Herein, we report the impact of light scattering mechanism on photovoltaic and photoelectrochemical performance of dye-sensitized solar cell (DSC) devices composed of TiO₂ nanoparticles and hollow cubes. DSCs are designed by two different light scattering modes (i.e., mode I in form of single layer electrode containing nanoparticles and hollow cubes and mode II in the form of double layer electrode comprising active and scattering layers made of nanoparticles and mixtures of nanoparticles and hollow cubes, respectively).

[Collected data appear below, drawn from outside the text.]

impl EditorModel {
    /// A blank new system: one step, one form.
    pub fn new_system() -> Self {
        let mut m = Self {
            target: Target::NewSystem,
            name: String::new(),
            z0: "0".into(),
            steps: vec![StepText::default()],
            // Covers the recipe's usual 37 °C as well as room temperature.
            t_min: "10".into(),
            t_max: "40".into(),
            species: vec![],
            species_edited: vec![],
            forms: vec![FormText::default()],
            source: String::new(),
            editing: None,
        };
        m.sync_species();
        m
    }

    /// Blank shelf forms for the system `system_id`.
    pub fn add_forms(system_id: &str) -> Self {
        Self {
            target: Target::AddForms(system_id.to_string()),
            ..Self::new_system()
        }
    }

    /// The editor filled from a system (to change it or start from a copy).
    pub fn from_system(sys: &AcidSystem) -> Self {
        let steps = sys
            .steps
            .iter()
            .map(|s| match s.temp {
                TempModel::VantHoff { dh_kj, dcp_j } => StepText {
                    pk: fmt_input(s.pk25),
                    dh: fmt_input(dh_kj),
                    dcp: fmt_input(dcp_j),
                },
                _ => StepText {
                    pk: fmt_input(s.pk25),
                    ..StepText::default()
                },
            })
            .collect();
        let forms = sys.forms.iter().map(form_text).collect();
        let suggested = suggest_species(sys.z0, sys.steps.len());
        Self {
            target: Target::NewSystem,
            name: sys.name.clone(),
            z0: sys.z0.to_string(),
            steps,
            t_min: fmt_input(sys.t_min_c),
            t_max: fmt_input(sys.t_max_c),
            species_edited: sys
                .species
                .iter()
                .zip(suggested.iter().map(Some).chain(std::iter::repeat(None)))
                .map(|(a, b)| b != Some(a))
                .collect(),
            species: sys.species.clone(),
            forms,
            source: sys.source.clone(),
            editing: (find_system(&sys.id).is_none()).then(|| sys.id.clone()),
        }
    }

    /// The charge typed, when it is a whole number.
    pub fn z0_value(&self) -> Option<i32> {
        self.z0.trim().replace('\u{2212}', "-").parse::<i32>().ok()
    }

    /// Species names that were not typed by the user follow the charge and
    /// the number of steps.
    pub fn sync_species(&mut self) {
        let n = self.steps.len();
        let z0 = self.z0_value().unwrap_or(0);
        let suggested = suggest_species(z0, n);
        self.species.resize(n + 1, String::new());
        self.species_edited.resize(n + 1, false);
        for (j, s) in suggested.into_iter().enumerate() {
            if !self.species_edited.get(j).copied().unwrap_or(false) {
                if let Some(slot) = self.species.get_mut(j) {
                    *slot = s;
                }
            }
        }
    }

    /// Add a step (at most six).
    pub fn add_step(&mut self) {
        if self.steps.len() < MAX_STEPS {
            self.steps.push(StepText::default());
            self.sync_species();
        }
    }

    /// Remove the last step (at least one stays).
    pub fn remove_step(&mut self) {
        if self.steps.len() > 1 {
            self.steps.pop();
            self.sync_species();
        }
    }

    /// Set a species name typed by the user (empty text gives the suggestion back).
    pub fn set_species(&mut self, j: usize, text: String) {
        let edited = !text.trim().is_empty();
        if let Some(e) = self.species_edited.get_mut(j) {
            *e = edited;
        }
        if let Some(s) = self.species.get_mut(j) {
            *s = text;
        }
        if !edited {
            self.sync_species();
        }
    }

    fn system_id(&self, taken: &[String]) -> String {
        if let Some(id) = &self.editing {
            return id.clone();
        }
        let base = slug(&self.name);
        if base.is_empty() {
            return String::new();
        }
        let base = format!("user_{base}");
        let free = |id: &str| find_system(id).is_none() && !taken.iter().any(|t| t == id);
        if free(&base) {
            return base;
        }
        (2..1000)
            .map(|n| format!("{base}_{n}"))
            .find(|id| free(id))
            .unwrap_or(base)
    }

    fn build_forms(&self, messages: &mut BTreeMap<String, String>) -> Vec<ReagentForm> {
        self.forms
            .iter()
            .enumerate()
            .map(|(j, f)| {
                let mut read = |key: &str, text: &str| match parse_number(text) {
                    Ok(v) => v,
                    Err(m) => {
                        messages.insert(format!("rg-form-{j}-{key}"), m);
                        f64::NAN
                    }
                };
                let units = read("units", &f.units);
                let ions: Vec<(Ion, f64)> = [
                    (Ion::Na, "na", &f.na),
                    (Ion::K, "k", &f.k),
                    (Ion::Cl, "cl", &f.cl),
                ]
                .into_iter()
                .map(|(ion, key, text)| (ion, read(key, text)))
                .filter(|(_, n)| *n != 0.0)
                .collect();
                let id = slug(&f.name);
                ReagentForm {
                    id: if id.is_empty() {
                        id
                    } else {
                        format!("user_{id}")
                    },
                    name: f.name.trim().to_string(),
                    formula: f.formula.trim().to_string(),
                    units,
                    counter_ions: ions,
                }
            })
            .collect()
    }

    /// Read every field and check it: messages beside fields, molar masses
    /// as typed, and the reagent when nothing is wrong. `custom` is the
    /// design's own systems, `added` its added forms (ids must not clash).
    pub fn check(&self, custom: &[AcidSystem], added: &[CustomForm]) -> Checked {
        let mut messages = BTreeMap::new();
        let molar_masses = self
            .forms
            .iter()
            .map(|f| molar_mass(f.formula.trim()).ok())
            .collect();
        let forms = self.build_forms(&mut messages);
        match &self.target {
            Target::NewSystem => self.check_system(custom, forms, messages, molar_masses),
            Target::AddForms(sys) => {
                let existing: Vec<CustomForm> = added.to_vec();
                let mine: Vec<CustomForm> = forms
                    .into_iter()
                    .map(|form| CustomForm {
                        system: sys.clone(),
                        form,
                    })
                    .collect();
                let base = existing.len();
                for (j, cf) in mine.iter().enumerate() {
                    // The form alone after the design's own, then its id after the
                    // editor's earlier forms (standing in as copies of this one).
                    let mut alone = existing.clone();
                    alone.push(cf.clone());
                    let mut list = existing.clone();
                    list.extend(mine.iter().take(j).map(|c| CustomForm {
                        form: ReagentForm {
                            id: c.form.id.clone(),
                            ..cf.form.clone()
                        },
                        ..cf.clone()
                    }));
                    list.push(cf.clone());
                    let first = validate_custom_forms(&alone, custom)
                        .and_then(|()| validate_custom_forms(&list, custom));
                    if let Err(e) = first {
                        let field = e.field().unwrap_or_default().to_string();
                        let path = match &e {
                            _ if field.starts_with(&format!("custom_forms[{base}].")) => {
                                format!("custom_forms[{base}].form")
                            }
                            _ => format!("custom_forms[{}].form", base + j),
                        };
                        let key = match field.strip_prefix(&path) {
                            Some(rest) => form_key(j, rest),
                            None => "rg-forms".to_string(),
                        };
                        messages.entry(key).or_insert_with(|| message(&e, &field));
                    }
                }
                let ok = messages.is_empty() && !mine.is_empty();
                Checked {
                    messages,
                    molar_masses,
                    reagent: if ok {
                        mine.first().cloned().map(Reagent::Form)
                    } else {
                        None
                    },
                    added: if ok { mine } else { vec![] },
                }
            }
        }
    }

    fn check_system(
        &self,
        custom: &[AcidSystem],
        forms: Vec<ReagentForm>,
        mut messages: BTreeMap<String, String>,
        molar_masses: Vec<Option<f64>>,
    ) -> Checked {
        let z0 = match self.z0_value() {
            Some(z) => z,
            None => {
                messages.insert(
                    "rg-z0".into(),
                    "Enter a whole number (the charge, e.g. 0 or 1 or −1).".into(),
                );
                0
            }
        };
        let mut read = |key: String, text: &str, optional: bool| -> Option<f64> {
            if optional && text.trim().is_empty() {
                return None;
            }
            match parse_number(text) {
                Ok(v) => Some(v),
                Err(m) => {
                    messages.insert(key, m);
                    Some(f64::NAN)
                }
            }
        };
        let steps: Vec<Step> = self
            .steps
            .iter()
            .enumerate()
            .map(|(i, s)| {
                let pk = read(format!("rg-step-{i}-pk"), &s.pk, false).unwrap_or(f64::NAN);
                let dh = read(format!("rg-step-{i}-dh"), &s.dh, true);
                let dcp = read(format!("rg-step-{i}-dcp"), &s.dcp, true);
                Step {
                    pk25: pk,
                    temp: if dh.is_none() && dcp.is_none() {
                        TempModel::Constant
                    } else {
                        TempModel::VantHoff {
                            dh_kj: dh.unwrap_or(0.0),
                            dcp_j: dcp.unwrap_or(0.0),
                        }
                    },
                }
            })
            .collect();
        let t_min = read("rg-tmin".into(), &self.t_min, false).unwrap_or(f64::NAN);
        let t_max = read("rg-tmax".into(), &self.t_max, false).unwrap_or(f64::NAN);
        let taken: Vec<String> = custom
            .iter()
            .filter(|s| Some(&s.id) != self.editing.as_ref())
            .map(|s| s.id.clone())
            .collect();
        let sys = AcidSystem {
            id: self.system_id(&taken),
            name: self.name.trim().to_string(),
            z0,
            steps,
            species: self.species.iter().map(|s| s.trim().to_string()).collect(),
            t_min_c: t_min,
            t_max_c: t_max,
            forms,
            source: self.source.trim().to_string(),
            hazards: vec![],
        };
        for e in system_field_problems(&sys) {
            let field = e.field().unwrap_or_default().to_string();
            let key = system_key(&field);
            messages.entry(key).or_insert_with(|| message(&e, &field));
        }
        if sys.forms.is_empty() {
            messages.insert(
                "rg-forms".into(),
                "Add at least one shelf form (what you weigh).".into(),
            );
        }
        let ok = messages.is_empty();
        Checked {
            messages,
            molar_masses,
            reagent: ok.then_some(Reagent::System(sys)),
            added: vec![],
        }
    }
}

The synthesized anatase-TiO₂ hollow cubes (200–400 nm) and nanoparticles (15–30 nm) are employed to enhance the optical length and light harvesting of photoanodes, respectively. Although the charge transfer resistances at Pt/electrolyte (R_Pt) and TiO₂/dye/electrolyte (R_ct) interfaces are decreased by mode I, it is not an appropriate approach for efficiency improvement of the devices due to hindering electrolyte diffusion and decreasing fill factor. In contrast, the photovoltaic performances of DSCs designed by mode II are successfully enhanced due to remarkable decrease in R_Pt and R_ct. Not only mode II improves light scattering but also it makes a balance between electron transfer and dye sensitization, leading to an increase in cell efficiency up to 9.31% compared to 7.0% for the reference device composed of pure nanoparticles.

在这里，我们报告光散射机制对由TiO ₂纳米粒子和空心立方体组成的染料敏化太阳能电池（DSC）器件的光伏和光电化学性能的影响。DSC通过两种不同的光散射模式进行设计（即，模式I为包含纳米粒子和空心立方体的单层电极形式，模式II为双层电极的形式，其包含由纳米颗粒以及纳米颗粒和空心立方体的混合物制成的活性层和散射层， 分别）。合成的锐钛矿型TiO ₂空心立方体（200–400 nm）和纳米颗粒（15–30 nm）分别用于增强光阳极的光学长度和光收集。尽管电荷转移电阻在Pt /电解质（R _Pt模式I降低了TiO ₂ /染料/电解质（R _ct）的界面，由于阻碍了电解质的扩散并降低了填充因子，因此不是提高器件效率的合适方法。相反，由于R _Pt和R _ct的显着降低，通过模式II设计的DSC的光伏性能得到了成功的增强。模式II不仅可以改善光散射，还可以在电子转移和染料敏化之间取得平衡，从而使电池效率提高了9.31％，而由纯纳米粒子组成的参考设备的电池效率提高了7.0％。